Beatle Ringo Starr apologises for Liverpool comments
- Published
Ringo Starr has apologised for saying he missed nothing about his home city Liverpool.
The ex-Beatle, who is starting a UK tour including a Liverpool Empire gig, said he did not think he had offended Scousers with his 2008 remarks.
"I apologise to those people (who were offended), as long as they live in Liverpool, not outside," Starr told a BBC interview.
"No real Scouser took offence, only I believe people from the outside."

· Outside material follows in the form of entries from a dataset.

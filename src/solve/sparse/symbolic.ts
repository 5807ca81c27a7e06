// Symbolic factorisation: from the order of elimination to the fronts of a multifrontal Cholesky, with all sizes exact.
// Elimination tree and supernodes: J.W.H. Liu, SIAM J. Matrix Anal. Appl. 11 (1990) 134; J.W.H. Liu, E.G. Ng, B.W. Peyton, 14
// (1993) 242. Order of siblings for the smallest stack: J.W.H. Liu, ACM TOMS 12 (1986) 249. All of it in blocks of dofs; single
// dofs appear only in the result.

import { blockStarts, type CliqueGraph } from './graph.ts'
import { orderMinimumDegree } from './ordering.ts'

/**
 * All that the pattern determines; serves every matrix with this pattern.
 * Positions 0 .. n - 1 count dofs in the order of elimination. Fronts are numbered so that children come before their parents and
 * a front's pivots are consecutive positions: front f eliminates pivotStart[f] .. pivotStart[f + 1] - 1.
 */
export interface Symbolic {
  readonly graph: CliqueGraph
  readonly n: number
  /** The dof at each position (n numbers). */
  readonly order: Int32Array
  /** The position of each dof (n numbers). */
  readonly position: Int32Array
  readonly fronts: number
  /** fronts + 1 positions. */
  readonly pivotStart: Int32Array
  /** Positions of each front's other rows, ascending: `row` from rowStart[f] (fronts + 1 numbers). */
  readonly rowStart: Int32Array
  readonly row: Int32Array
  /** How many children each front has; they are the roots of the subtrees that end just before it. */
  readonly children: Int32Array
  /** Cliques assembled in each front: `frontClique` from frontCliqueStart[f] (fronts + 1 numbers). */
  readonly frontCliqueStart: Int32Array
  readonly frontClique: Int32Array
  /** Dofs of each clique, the rows of its element matrix: `cliqueDof` from cliqueDofStart[e] (cliques + 1 numbers). */
  readonly cliqueDofStart: Int32Array
  readonly cliqueDof: Int32Array
  /** Where each front's part of L begins (fronts + 1 numbers): (pivots + rows) times pivots entries. */
  readonly lowerStart: Int32Array
  /** Most entries of update matrices that are alive at a time, the one being made included. */
  readonly stackSize: number
  /** Entries of the lower triangle of L, diagonal included, blocks counted as full; without the zeros of merged supernodes. */
  readonly nnzL: number
  /** Floating-point operations of that factor: the sum of the squares of its columns' entries. */
  readonly flops: number
}

/** Supernodes as they are found, children before parents. Their blocks are numbered by their place in the order of elimination. */
interface Supernodes {
  readonly count: number
  /** Blocks of supernode s, ascending: `block` from start[s]; the first pivots[s] are eliminated in it. */
  readonly block: Int32Array
  readonly start: Int32Array
  readonly pivots: Int32Array
  /** Dofs of its pivots, and of all its blocks. */
  readonly pivotDofs: Int32Array
  readonly dofs: Int32Array
  /** The supernode in which its first other block is eliminated, -1 of a root. */
  readonly parent: Int32Array
}

/**
 * Fronts and sizes of the factor.
 * @param order block numbers in the order of elimination, a permutation of 0 .. vertices - 1
 */
export function analyse(graph: CliqueGraph, order = orderMinimumDegree(graph)): Symbolic {
  const { vertices, weight } = graph
  const place = new Int32Array(vertices)
  for (let i = 0; i < vertices; i++) place[order[i]] = i
  const cliques = sortedByFirst(graph, place)
  const nodes = findSupernodes(graph, order, place, cliques)
  let nnzL = 0
  let flops = 0
  for (let s = 0; s < nodes.count; s++) {
    nnzL += entries(nodes.dofs[s], nodes.pivotDofs[s])
    flops += operations(nodes.dofs[s], nodes.pivotDofs[s])
  }
  const host = mergeSupernodes(nodes)
  const { sequence, children, stackSize } = walkOrder(nodes, host)

  // number the dofs front by front
  const fronts = sequence.length
  const frontOf = new Int32Array(nodes.count)
  sequence.forEach((s, f) => (frontOf[s] = f))
  for (let s = 0; s < nodes.count; s++) frontOf[s] = frontOf[host[s]]
  const inFront = bucketsOf(frontOf, fronts)
  const start = blockStarts(graph)
  const n = start[vertices]
  const dofAt = new Int32Array(n)
  const position = new Int32Array(n)
  const first = new Int32Array(vertices) // position of the first dof of the block at each place
  const frontAt = new Int32Array(vertices)
  const pivotStart = new Int32Array(fronts + 1)
  let at = 0
  for (let f = 0; f < fronts; f++) {
    for (let k = inFront.start[f]; k < inFront.start[f + 1]; k++) {
      const s = inFront.item[k]
      for (let i = nodes.start[s]; i < nodes.start[s] + nodes.pivots[s]; i++) {
        const block = order[nodes.block[i]]
        first[nodes.block[i]] = at
        frontAt[nodes.block[i]] = f
        for (let d = start[block]; d < start[block + 1]; d++) {
          dofAt[at] = d
          position[d] = at++
        }
      }
    }
    pivotStart[f + 1] = at
  }

  // the other rows of each front: ancestors, whose order is the same in every numbering of the tree
  const rowStart = new Int32Array(fronts + 1)
  const lowerStart = new Int32Array(fronts + 1)
  sequence.forEach((s, f) => {
    const rows = nodes.dofs[s] - nodes.pivotDofs[s]
    const pivots = pivotStart[f + 1] - pivotStart[f]
    rowStart[f + 1] = rowStart[f] + rows
    lowerStart[f + 1] = lowerStart[f] + (pivots + rows) * pivots
  })
  const row = new Int32Array(rowStart[fronts])
  at = 0
  for (const s of sequence) {
    for (let i = nodes.start[s] + nodes.pivots[s]; i < nodes.start[s + 1]; i++) {
      const b = nodes.block[i]
      for (let k = 0; k < weight[order[b]]; k++) row[at++] = first[b] + k
    }
  }

  const assembledIn = new Int32Array(graph.cliqueStart.length - 1)
  for (let b = 0; b < vertices; b++) {
    for (let k = cliques.start[b]; k < cliques.start[b + 1]; k++) assembledIn[cliques.item[k]] = frontAt[b]
  }
  const assembled = bucketsOf(assembledIn, fronts)
  return {
    graph,
    n,
    order: dofAt,
    position,
    fronts,
    pivotStart,
    rowStart,
    row,
    children,
    frontCliqueStart: assembled.start,
    frontClique: assembled.item,
    ...cliqueDofs(graph, start),
    lowerStart,
    stackSize,
    nnzL,
    flops
  }
}

/** Entries of L in a front of n rows and p pivots: a trapezium. */
function entries(n: number, p: number): number {
  return n * p - (p * (p - 1)) / 2
}

/** Operations of a front of n rows and p pivots: n^2 + (n - 1)^2 + ... + (n - p + 1)^2. */
function operations(n: number, p: number): number {
  const sumOfSquares = (m: number): number => (m * (m + 1) * (2 * m + 1)) / 6
  return sumOfSquares(n) - sumOfSquares(n - p)
}

/** Items 0, 1, ... grouped by the key of each, in order: those with key k are `item` from start[k] (keys + 1 numbers). */
function bucketsOf(key: Int32Array, keys: number): { start: Int32Array; item: Int32Array } {
  const start = new Int32Array(keys + 1)
  for (const k of key) start[k + 1]++
  for (let k = 0; k < keys; k++) start[k + 1] += start[k]
  const next = start.slice()
  const item = new Int32Array(key.length)
  for (let i = 0; i < key.length; i++) item[next[key[i]]++] = i
  return { start, item }
}

/** Cliques by the place of their block that is eliminated first. */
function sortedByFirst({ vertices, cliqueStart, clique }: CliqueGraph, place: Int32Array) {
  const first = new Int32Array(cliqueStart.length - 1)
  for (let e = 0; e < first.length; e++) {
    first[e] = place[clique[cliqueStart[e]]]
    for (let i = cliqueStart[e] + 1; i < cliqueStart[e + 1]; i++) first[e] = Math.min(first[e], place[clique[i]])
  }
  return bucketsOf(first, vertices)
}

function cliqueDofs({ cliqueStart, clique, weight }: CliqueGraph, start: Int32Array) {
  const cliques = cliqueStart.length - 1
  const cliqueDofStart = new Int32Array(cliques + 1)
  for (let e = 0; e < cliques; e++) {
    cliqueDofStart[e + 1] = cliqueDofStart[e]
    for (let i = cliqueStart[e]; i < cliqueStart[e + 1]; i++) cliqueDofStart[e + 1] += weight[clique[i]]
  }
  const cliqueDof = new Int32Array(cliqueDofStart[cliques])
  let at = 0
  for (const block of clique) {
    for (let d = start[block]; d < start[block + 1]; d++) cliqueDof[at++] = d
  }
  return { cliqueDofStart, cliqueDof }
}

/**
 * Fundamental supernodes: a block joins its only child when it brings no row that the child does not have; otherwise it begins a
 * supernode whose rows are those of its cliques and of its children's updates.
 */
function findSupernodes(
  graph: CliqueGraph,
  order: Int32Array,
  place: Int32Array,
  cliques: { start: Int32Array; item: Int32Array }
): Supernodes {
  const { vertices, cliqueStart, clique, weight } = graph
  const start = new Int32Array(vertices + 1)
  const pivots = new Int32Array(vertices)
  const pivotDofs = new Int32Array(vertices)
  const dofs = new Int32Array(vertices)
  const parent = new Int32Array(vertices).fill(-1)
  // supernodes whose next block is b, as a chain
  const waiting = new Int32Array(vertices).fill(-1)
  const alsoWaiting = new Int32Array(vertices)
  const seen = new Int32Array(vertices).fill(-1)
  let block = new Int32Array(4 * clique.length + 16)
  let count = 0

  /** True when every block of the cliques that begin at b is among the blocks of supernode s. */
  const addsNothing = (b: number, s: number): boolean => {
    if (cliques.start[b] === cliques.start[b + 1]) return true
    for (let i = start[s]; i < start[s + 1]; i++) seen[block[i]] = b
    for (let k = cliques.start[b]; k < cliques.start[b + 1]; k++) {
      const e = cliques.item[k]
      for (let i = cliqueStart[e]; i < cliqueStart[e + 1]; i++) if (seen[place[clique[i]]] !== b) return false
    }
    return true
  }
  for (let b = 0; b < vertices; b++) {
    let s = waiting[b]
    if (s < 0 || alsoWaiting[s] >= 0 || !addsNothing(b, s)) {
      const from = start[count]
      let room = 1
      for (let c = waiting[b]; c >= 0; c = alsoWaiting[c]) room += start[c + 1] - start[c]
      for (let k = cliques.start[b]; k < cliques.start[b + 1]; k++) room += cliqueStart[cliques.item[k] + 1] - cliqueStart[cliques.item[k]]
      if (from + room > block.length) {
        const larger = new Int32Array(2 * (from + room))
        larger.set(block)
        block = larger
      }
      // stamps of b may stand on blocks of the supernode that b did not join: those of this union lie beyond
      const stamp = vertices + b
      seen[b] = stamp
      block[from] = b
      let to = from + 1
      for (let c = waiting[b]; c >= 0; c = alsoWaiting[c]) {
        parent[c] = count
        for (let i = start[c] + pivots[c]; i < start[c + 1]; i++) {
          if (seen[block[i]] === stamp) continue
          seen[block[i]] = stamp
          block[to++] = block[i]
        }
      }
      for (let k = cliques.start[b]; k < cliques.start[b + 1]; k++) {
        const e = cliques.item[k]
        for (let i = cliqueStart[e]; i < cliqueStart[e + 1]; i++) {
          const p = place[clique[i]]
          if (seen[p] === stamp) continue
          seen[p] = stamp
          block[to++] = p
        }
      }
      block.subarray(from, to).sort()
      s = count++
      start[count] = to
      for (let i = from; i < to; i++) dofs[s] += weight[order[block[i]]]
    }
    pivots[s]++
    pivotDofs[s] += weight[order[b]]
    const following = start[s] + pivots[s]
    if (following < start[s + 1]) {
      alsoWaiting[s] = waiting[block[following]]
      waiting[block[following]] = s
    }
  }
  return { count, block, start, pivots, pivotDofs, dofs, parent }
}

// What a front costs besides its operations, in operations: each entry of its update is cleared, added to and passed on, and
// there is a fixed share of calls and short loops.
const COST_OF_ENTRY = 6
const COST_OF_FRONT = 1000

function costOf(n: number, p: number): number {
  return operations(n, p) + COST_OF_ENTRY * entries(n - p, n - p) + COST_OF_FRONT
}

/**
 * Merges a supernode into its parent where one larger front, zeros of L and all, is cheaper than two (relaxed supernodes:
 * C. Ashcraft, R. Grimes, ACM TOMS 15 (1989) 291). Changes pivotDofs and dofs of the hosts in place.
 * Returns for each supernode the one that it is part of, itself if it stays.
 */
function mergeSupernodes({ count, pivotDofs, dofs, parent }: Supernodes): Int32Array {
  const host = Int32Array.from({ length: count }, (_, s) => s)
  const children = bucketsOf(parent.subarray(0, count).map((p) => (p < 0 ? count : p)), count + 1)
  for (let s = 0; s < count; s++) {
    // the last child first: it has the most rows in common with s
    for (let k = children.start[s + 1] - 1; k >= children.start[s]; k--) {
      const c = children.item[k]
      const together = costOf(pivotDofs[c] + dofs[s], pivotDofs[c] + pivotDofs[s])
      if (together > costOf(dofs[c], pivotDofs[c]) + costOf(dofs[s], pivotDofs[s])) continue
      host[c] = s
      dofs[s] += pivotDofs[c]
      pivotDofs[s] += pivotDofs[c]
    }
  }
  for (let s = count - 1; s >= 0; s--) host[s] = host[host[s]]
  return host
}

/** The supernodes that stay, children before parents and siblings in the order that keeps the stack of updates smallest. */
function walkOrder({ count, pivotDofs, dofs, parent }: Supernodes, host: Int32Array) {
  const update = (s: number): number => entries(dofs[s] - pivotDofs[s], dofs[s] - pivotDofs[s])
  const childrenOf: number[][] = Array.from({ length: count }, () => [])
  const roots: number[] = []
  // entries on the stack while the subtree of s is worked off
  const most = new Float64Array(count)
  const stack = (list: number[]): number => {
    list.sort((a, b) => most[b] - update(b) - (most[a] - update(a)) || a - b)
    let waiting = 0
    let peak = 0
    for (const c of list) {
      peak = Math.max(peak, waiting + most[c])
      waiting += update(c)
    }
    return Math.max(peak, waiting)
  }
  for (let s = 0; s < count; s++) {
    if (host[s] !== s) continue
    const waiting = childrenOf[s].reduce((sum, c) => sum + update(c), 0)
    most[s] = Math.max(stack(childrenOf[s]), waiting + update(s))
    const above = parent[s] < 0 ? roots : childrenOf[host[parent[s]]]
    above.push(s)
  }
  const stackSize = stack(roots)

  const sequence: number[] = []
  const pending = roots.toReversed()
  const opened = new Uint8Array(count)
  while (pending.length > 0) {
    const s = pending[pending.length - 1]
    if (opened[s]) {
      sequence.push(pending.pop()!)
      continue
    }
    opened[s] = 1
    for (let i = childrenOf[s].length - 1; i >= 0; i--) pending.push(childrenOf[s][i])
  }
  return { sequence, children: Int32Array.from(sequence, (s) => childrenOf[s].length), stackSize }
}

Starr, 70, who has homes in Los Angeles, England and Monaco, made the comments on BBC One show Friday Night with Jonathan Ross in January 2008.
Sculpture beheaded
It followed his performance of Liverpool 8 at the opening of Liverpool's European Capital of Culture year, which has the words "Liverpool I left you but I never let you down".
Asked by the presenter what he missed most about the city, Starr laughed. Ross asked him if there was anything he missed, to which the drummer replied "er, no...", though he went on to say he loved the city as it was where he grew up and where his family were.
His comments were greeted with anger from some people in Merseyside and a foliage sculpture of the drummer at Liverpool South Parkway station was beheaded by vandals three months later, with the sculptures of the three other Beatles left untouched.
Asked about the offence caused by the remarks three years ago, Starr told the BBC that Liverpool was still very important to him.
He said: "I was brought up there, I went to school there, all my childhood, my youth was there.
"It's silly that whoever took offence took offence."
Starr's former home in Madryn Street, Toxteth, is currently under threat of demolition as part of regeneration plans, though there is a campaign to save it.
"Deep down I think it should stay," he said.
"You know, because of the impact the Beatles had on Liverpool, that people come to see - and they should see - where we came from.
"The only thing I want, if they save my house 9 Madryn Street, is that it stays where it is because there was a rumour that they were going to knock it down and put it up somewhere else, which I thought doesn't really mean anything."